My name is Tobias Müller. I'm interested in com­puters, physics, elec­tronics and photo­graphy. more …

189 thoughts on “Installing additional SSD in Mid-2010 27" iMac

  1. Hi Tobias, thanks very much for this in-depth guide! I am thinking about doing the same thing, as the 256GB SSD option from Apple seems a little steep. However, I would guess that installing all this yourself will unfortunately void the warranty. And that's not good on a €2000 + machine. Have you checked with Apple about this? Please tell me it won't void the warranty! :)

    Danke schön,
    Rob

  2. @Rob
    I can't give a you a definitive answer as I didn't talk with Apple, but there were several "Warranty void if removed" stickers inside, but you left them all untouched. I think you have to remove them for removing heatsinks of CPU and/or GPU.
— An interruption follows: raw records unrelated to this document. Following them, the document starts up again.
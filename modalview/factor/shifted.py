"""K - sigma M factored on one fixed pattern, with a proven uncertainty of what its pivots count."""

from dataclasses import dataclass
from typing import TYPE_CHECKING

import numpy as np
import numpy.typing as npt
import scipy.sparse as sp

from modalview.errors import NumericalError
from modalview.factor.dense import dense_inertia
from modalview.factor.held import held_margin
from modalview.factor.pattern import Factors, Pattern, union_pattern
from modalview.factor.rounding import SLACK, UNIT, gamma

if TYPE_CHECKING:
    from scipy.sparse.linalg import SuperLU

Array = npt.NDArray[np.float64]
Indices = npt.NDArray[np.intp]


@dataclass(frozen=True, slots=True, eq=False)
class Inertia:
    """What one factorization proves.

    Parameters
    ----------
    sigma : float
        Shift, rad**2/s**2.
    negative : int
        Negative pivots.
    uncertainty : float
        delta, rad**2/s**2: ``negative`` is at least the number of eigenvalues below sigma - delta and at
        most the number below sigma + delta. Infinite where nothing is proven.
    method : str
        "sparse LDL^T" or "dense Bunch-Kaufman".
    lu : SuperLU or None
        The sparse factors, in the stored order; there also where pivoting made the count worthless.
    """

    sigma: float
    negative: int
    uncertainty: float
    method: str
    lu: "SuperLU[np.float64] | None" = None


@dataclass(frozen=True, slots=True, eq=False)
class Extents:
    """|X| and what is known of rounding at every shift, by rows of the factors.

    X = [W, sqrt(tau) Z] is the congruence that brings K - sigma M to standard form; tau follows the shift.

    Attributes
    ----------
    basis_t : csr_array (modes, n)
        |W|.T.
    reach : array (n,)
        |W| 1.
    held : array (n,)
        |Z| 1: 1 / sqrt(K_ii) on massless coordinates, zero elsewhere.
    formed, formed_held : arrays (n,)
        Rounding of K times ``reach`` and ``held``.
    inertial : array (n,)
        Rounding of sigma M times ``reach``, per unit of sigma.
    margin : float
        No eigenvalue of the massless block, scaled to a unit diagonal, lies below.
    top : float
        max_i (|S| 1)_i bounded from above: no eigenvalue is larger in absolute value.
    """

    basis_t: sp.csr_array
    reach: Array
    held: Array
    formed: Array
    formed_held: Array
    inertial: Array
    margin: float
    top: float


@dataclass(frozen=True, slots=True, eq=False)
class ShiftedPencil:
    """K - sigma M for any sigma, with massless coordinates left in (built by ``shifted_pencil``).

    Attributes
    ----------
    pattern : Pattern
        Order, map of values and shape of the factors; shared by pencils of equal structure.
    stiffness, inertia : arrays
        Values of K and M at the stored positions.
    extents : Extents
        What the uncertainty is made of.
    rigid_modes : int
        Known number of motions that stretch nothing.
    definite : bool
        Whether K is known to have no negative eigenvalue (a sum of positive terms).
    """

    pattern: Pattern
    stiffness: Array
    inertia: Array
    extents: Extents
    rigid_modes: int
    definite: bool

    @property
    def n(self) -> int:
        """Number of coordinates, massless ones included."""
        return self.pattern.n

    @property
    def modes(self) -> int:
        """Number of modes: coordinates with inertia."""
        return int(self.extents.basis_t.shape[0])

    def factorize(self, sigma: float) -> Inertia:
        """Count by the signs of sparse pivots; uncertainty infinite where pivoting broke the symmetry.

        Notes
        -----
        P (K - sigma M) P^T + E = L U was computed without interchanges, U = D V^T with D = diag(U) and unit
        triangular L, V. Rounding leaves V not quite L. Let H = (L + V)/2 and R = (V - L)/2: then L D V^T =
        H D H^T - R D R^T + (H D R^T - R D H^T), whose last part is antisymmetric, so that the symmetric
        matrix counted, H D H^T, lies from P (K - sigma M) P^T only by R D R^T and the symmetric part of E.
        The number of negative u_ii is exactly its number of negative eigenvalues (Sylvester). Entry by
        entry its distance from the true K - sigma M is at most F, the sum of

        - gamma_(s+3) |L||U|, from the factorization (Higham, theorem 9.3: gamma_k for inner products of k
          terms in any order; s, the entries in the row of L or column of U, makes k <= s, one more for
          the multiplication by the reciprocal of the pivot);
        - |R||D||R|^T, measured;
        - gamma_2 (|K| + |sigma M|): the product sigma m and its subtraction;
        - gamma_(t+2) |A|^T k |A|: the sum of at most t terms k_i a_i a_i^T in one entry of K.

        Congruence with X = [W, sqrt(tau) Z], W^T M W = 1, Z the massless coordinates scaled by
        1/sqrt(K_ii), turns K - sigma M into diag(S - sigma 1, tau Z^T K Z), exactly, because W lets the
        massless coordinates follow statically. The error becomes |X|^T F |X| at most, whose largest row
        sum delta bounds its norm. By Weyl's theorem the count is that of an S displaced by at most delta,
        and the massless block adds nothing while delta < tau times its margin. W itself is rounded; its
        relative error and that of summing non-negative numbers are covered by SLACK.

        References
        ----------
        N. J. Higham (2002), Accuracy and Stability of Numerical Algorithms, 2nd ed., sections 3.1, 9.3
        and 11.1. J. J. Sylvester (1852); H. Weyl (1912).
        """
        pattern = self.pattern
        try:
            lu = pattern.factorize(self.stiffness - sigma * self.inertia)
        except RuntimeError:  # an exactly zero pivot column
            return Inertia(sigma, 0, np.inf, "sparse LDL^T")
        turned = pattern.turned
        if not (np.array_equal(lu.perm_r, turned) and np.array_equal(lu.perm_c, turned)):
            return Inertia(sigma, 0, np.inf, "sparse LDL^T", lu)
        tau = self._tau(sigma)
        vector = self._vector(tau)
        if pattern.factors is not None and pattern.factors.describe(lu):
            pivots, rounding = _mirrored(pattern.factors, pattern.terms, lu, vector)
        else:
            pivots, rounding = _unmirrored(pattern.terms, lu, vector)
        delta = self._uncertainty(sigma, tau, rounding)
        return Inertia(sigma, int(np.count_nonzero(pivots < 0)), delta, "sparse LDL^T", lu)

    def solve(self, found: Inertia, right: Array) -> Array:
        """Return x with (K - sigma M) x = right, (n,) or (n, q), from the factors found at sigma.

        Raises NumericalError where K - sigma M was singular.
        """
        if found.lu is None:
            raise NumericalError(f"K - sigma M is singular at sigma = {found.sigma:g} rad²/s².")
        stored = self.pattern.stored
        turned = np.empty_like(right)
        turned[stored] = right
        solution: Array = found.lu.solve(turned)[stored]
        return solution

    def factorize_dense(self, sigma: float) -> Inertia:
        """Count by dense Bunch-Kaufman pivots: any shift, n**3 operations; the same reading of the result.

        The distance of P^T L D L^T P from K - sigma M is measured by forming it, so no growth is assumed.
        """
        pattern = self.pattern
        matrix = pattern.matrix(self.stiffness - sigma * self.inertia).toarray()
        order = np.argsort(pattern.turned)
        tau = self._tau(sigma)
        found = dense_inertia(matrix[np.ix_(order, order)], self._vector(tau))
        if found is None:
            return Inertia(sigma, 0, np.inf, "dense Bunch-Kaufman")
        negative, rounding = found
        return Inertia(sigma, negative, self._uncertainty(sigma, tau, rounding), "dense Bunch-Kaufman")

    def least_uncertainty(self, sigma: float) -> float:
        """Return the part of the uncertainty that needs no factorization: no count is sharper than this."""
        return self._uncertainty(sigma, self._tau(sigma), np.zeros(self.n))

    def _tau(self, sigma: float) -> float:
        return max(abs(sigma), 1e-6 * self.extents.top)

    def _vector(self, tau: float) -> Array:
        extents = self.extents
        return extents.reach + np.sqrt(tau) * extents.held if extents.margin < np.inf else extents.reach

    def _uncertainty(self, sigma: float, tau: float, factoring: Array) -> float:
        extents = self.extents
        rows = factoring + extents.formed + abs(sigma) * extents.inertial
        if extents.margin < np.inf:
            rows = rows + np.sqrt(tau) * extents.formed_held
        delta = float((extents.basis_t @ rows).max())
        if extents.margin < np.inf:
            delta = max(delta, float(np.sqrt(tau) * (extents.held * rows).max()))
        delta *= SLACK
        return delta if delta < 0.5 * tau * extents.margin else np.inf


@dataclass(frozen=True, slots=True, eq=False)
class PencilParts:
    """What a shifted pencil is made of.

    Parameters
    ----------
    K, M : csc_array (n, n)
        Symmetric, both triangles stored; N/m and kg or their rotational fellows. M is taken as stored.
    basis : csc_array (n, modes)
        W with W.T M W = 1 and K W zero on massless coordinates.
    formation : csc_array (n, n)
        Sum of |k_i| |a_i| |a_i|.T over the terms of K; |K| where K is given.
    massless : bool array (n,)
        Rows of M that are wholly zero.
    terms : int
        Most terms that meet in one entry of K; 0 where K is given and taken as exact.
    rigid_modes : int
        Known number of motions that stretch nothing.
    definite : bool
        K is a sum of positive terms, so no eigenvalue is negative.
    """

    K: sp.csc_array
    M: sp.csc_array
    basis: sp.csc_array
    formation: sp.csc_array
    massless: npt.NDArray[np.bool_]
    terms: int = 0
    rigid_modes: int = 0
    definite: bool = False


def shifted_pencil(parts: PencilParts, pattern: Pattern | None = None) -> ShiftedPencil:
    """Prepare K - sigma M for counts and solves at many shifts.

    Parameters
    ----------
    parts : PencilParts
    pattern : Pattern or None
        Of the union of K and M, where it is there from other values of the same model.

    Notes
    -----
    Cost: two sparse factorizations without a pattern.
    """
    K, M = parts.K, parts.M
    if pattern is None:
        pattern = union_pattern(K, M)
    return ShiftedPencil(
        pattern=pattern,
        stiffness=pattern.values(K),
        inertia=pattern.values(M),
        extents=_extents(parts, pattern),
        rigid_modes=parts.rigid_modes,
        definite=parts.definite,
    )


def _extents(parts: PencilParts, pattern: Pattern) -> Extents:
    massless, formation = parts.massless, parts.formation
    absolute = sp.csr_array(abs(parts.basis))
    reach: Array = np.asarray(absolute.sum(axis=1), dtype=float).ravel()
    held = np.zeros(pattern.n)
    diagonal = parts.K.diagonal()[massless]
    held[massless] = 1 / np.sqrt(np.where(diagonal > 0, diagonal, np.inf))
    share = gamma(2) + (gamma(parts.terms + 2) if parts.terms else 0.0)
    order = np.argsort(pattern.place)
    return Extents(
        basis_t=sp.csr_array(absolute[order].T),
        reach=reach[order],
        held=held[order],
        formed=share * (formation @ reach)[order],
        formed_held=share * (formation @ held)[order],
        inertial=gamma(2) * (abs(parts.M) @ reach)[order],
        margin=held_margin(parts.K, massless) if massless.any() else np.inf,
        top=SLACK * float((absolute.T @ (formation @ reach)).max()),
    )


def _mirrored(
    shape: Factors, terms: Indices, lu: "SuperLU[np.float64]", vector: Array
) -> tuple[Array, Array]:
    """Pivots and the rounding of the factorization times ``vector``, when U mirrors L entry by entry."""
    upper = lu.U.data[shape.mirror]
    pivots = upper[shape.diagonal]
    apart, size = _apart_and_size(upper, pivots[shape.columns] * lu.L.data)
    starts = shape.lower_indptr[:-1]
    grown = np.add.reduceat(size * (gamma(terms + 3) * vector)[shape.lower_indices], starts)
    skew = np.add.reduceat(apart * vector[shape.lower_indices], starts)
    inverse = 1 / np.abs(pivots)
    entries = size * (grown * inverse)[shape.columns] + apart * (0.25 * skew * inverse)[shape.columns]
    return pivots, np.bincount(shape.lower_indices, entries, vector.size).astype(float, copy=False)


def _unmirrored(terms: Indices, lu: "SuperLU[np.float64]", vector: Array) -> tuple[Array, Array]:
    """Do the same by sparse products, when some entry cancelled to an exact zero."""
    upper = sp.csr_array(lu.U)
    pivots: Array = np.asarray(upper.diagonal(), dtype=float)
    mirror = sp.csr_array(sp.diags_array(pivots) @ lu.L.T)
    apart = abs(upper - mirror) + 2 * UNIT * abs(mirror)
    size = abs(upper) + apart
    inverse = 1 / np.abs(pivots)
    rounding = size.T @ (inverse * (size @ (gamma(terms + 3) * vector)))
    rounding += apart.T @ (0.25 * inverse * (apart @ vector))
    return pivots, np.asarray(rounding, dtype=float)


def _apart_and_size(upper: Array, mirror: Array) -> tuple[Array, Array]:
    """At least |U - D L^T| = 2 |D R^T|, its evaluation included, and at least |U| and |D L^T|."""
    apart = np.abs(upper - mirror) + 2 * UNIT * np.abs(mirror)
    return apart, np.abs(upper) + apart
  3. Ok, that's interesting. Maybe it won't void the warranty then. I should contact Apple and ask them about it.
    When I have an answer, I'll post it here.

  4. Thanks for all the info! That was amazing! I wonder if you know how can I transfer all applications, files, the OSx etc. from the old drive to the SSD? I want to boot from it!
    Thank you!

  5. I'm thinking of purchasing a new iMac then doing this. I new it would be a bit awkward being an iMac with it's small form factor, but wow. Never in my wildest dreams would I have imagined that you'd have to take apart almost the ENTIRE iMac just to put in the extra drive. :-/ Oh well.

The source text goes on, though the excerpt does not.